New Delhi: In the Khan household in Delhi’s Nizammuddin Basti, 10:30am has attained special significance since India went into lockdown in March. When the WhatsApp notification pings, Sahil, 14, runs down with his mother’s phone to the ground floor, where his father, mother, grandmother and two younger siblings eagerly wait for him. Sahil makes space for himself in the middle and plays the WhatsApp audio message. “To fight corona, wash your hands properly, don’t step out of the house till necessary…,” a female voice announces a series of precautions to be taken to fight coronavirus, in Hinglish. The one-minute audio lesson then flows to the breakfast table for discussion and to two family WhatsApp groups.
The voices belong to sehat aapas, or health sisters, who have been working with the Aga Khan Trust (AKT) for Culture for years to improve the quality of life of their 20,000 neighbours in Nizamuddin Basti, a south Delhi area dominated by the Muslim community. Since the covid-19 outbreak, they’ve doubled down on efforts to spread awareness, promote hygiene, conduct door-to-door surveys and distribute dry rations, masks, soaps, sanitizers and other protective gear.
Towards the end of March, Nizammuddin Basti, which has over 1,200 cheek-by-jowl houses, mostly in narrow lanes, made national headlines when a six-storeyed white building that served as the headquarters of Tablighi Jamaat, an evangelical sect, emerged as one of the country’s biggest coronavirus disease hot spots. Officials estimated that more than a third of the country’s cases at that time were connected to the Tablighi Jamaat. Since then, Nizammuddin Basti has reported just 14 positive cases, including four deaths, shows official data.

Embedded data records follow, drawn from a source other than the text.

def ranges_from_strain_table(field, *, noise=None, window=1):
    """Strain ranges given directly (an imported table of peak-to-peak ranges).

    Parameters
    ----------
    field : DicField
        Points with ``exx``, ``eyy``, ``gxy`` holding ranges (1), specimen frame.
    noise : float, (3,) or (3, N) array_like, optional
        Known standard deviations (per component, or per component and point).
        Default: estimated from the departure of each point from the mean of
        its 3 x 3 neighbourhood (nine nearest neighbours when scattered),
        robustly (median absolute deviation), one value per component.
    window : int
        Strain window (points) the table was computed with, for the VSG
        report; 1 when unknown.

    Returns
    -------
    StrainRanges

    Notes
    -----
    The default estimate assumes spatially white noise. Strain maps smoothed
    by a virtual strain gauge have correlated noise, for which it is low;
    pass ``noise`` when the producer of the table reports it.
    """
    _check_field("field", field)
    if field.exx is None or field.eyy is None or field.gxy is None:
        raise ValueError("field: expected exx, eyy and gxy ranges on the field")
    values = np.vstack([field.exx, field.eyy, field.gxy])
    if noise is None:
        stds = np.asarray(_table_noise(field, values))[:, None] * np.ones((1, field.size))
        how = "estimated from neighbour differences (white-noise assumption)"
    else:
        a = np.asarray(noise, dtype=np.float64)
        try:
            stds = np.broadcast_to(a.reshape(-1, 1) if a.ndim == 1 else a, (3, field.size)).copy()
        except ValueError:
            raise ValueError(f"noise: expected a scalar, 3 values or a (3, N) array, got shape "
                             f"{a.shape!r}") from None
        if not np.all(np.isfinite(stds) & (stds >= 0)):
            raise ValueError("noise: expected finite non-negative standard deviations")
        how = "given"
    if isinstance(window, bool) or not isinstance(window, (int, np.integer)) or window < 1:
        raise ValueError(f"window: expected a positive number of points, got {window!r}")
    return _result(field, int(window), values, stds, field.valid.copy(),
                   f"imported strain ranges; noise {how}")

The turnaround has been largely due to the residents’ determination to curb the virus by working with volunteers and government authorities to stem the spread. “The residents were very supportive in testing. It’s a densely populated area,” Harleen Kaur, district magistrate, south-east Delhi, says. “With quick action done in a consistent manner, we were able to nip it in the bud,” she says, adding that Nizammuddin Basti is “a success story.”
In March, fear was the predominant emotion in the area. “Most people work in the informal sector and had lost jobs. When the Tablighi incident happened, everyone in the area was scared. It had also become a communal issue,” says Mehrun Nisha, one of the nine sehat aapas. “That’s when we decided to start the WhatsApp radio broadcast.” The daily broadcast, which goes out to 20,000 people, includes information from the World Health Organization website. “We have also started included videos from WHO with Hindi subtitles.”
In the locality, it’s come to be known as “WhatsApp radio”, and the voices of the aapas, who have cultivated deep ties over the years, carry weight in the community. “The broadcast is spoken by women from our basti. We trust them and follow everything they say,” says Sahil’s mother Asma, 45. The aapas’ words help them sift through the flood of misinformation and rumour on social media and elsewhere. “Listening to the WhatsApp radio is the highlight of our day. We sit together and listen; they tell us what we need to know,” says Asma.
When the Tablighi Jamaat news broke out, over 50 women AKT volunteers in April conducted door-to-door surveys, in collaboration with the Delhi government and doctors. “There was a lot of apprehension among people because of stigma, but since sehat aapaas already knew the people, we were able to do the whole exercise in a single day,” says Rajnee Dutta, the resident medical superintendent at the municipal corporation-run polyclinic in the basti, who was part of the survey team.
In a sero-survey done July in the area, 42% people were found to have covid-19 antibodies, though case numbers have been low. “To be honest, I’m at loss of words. It’s a tight-knit community living in small houses. Yes, there’s a possibility that people didn’t report cases because of the stigma but how long can someone stay in their house if their health condition deteriorates? Clearly, increased awareness has been a key to controlling the spread of the virus,” Dutta says.
The past five months have been bittersweet experience for the Khan family. Asma is happy that even though her community has defeated covid-19 they continue to stay vigilant. “We were called ‘superspreaders’; we proved everyone wrong. But still nobody wants to hire my husband (he lost job as an electrician) because we live in Nizammuddin Basti.”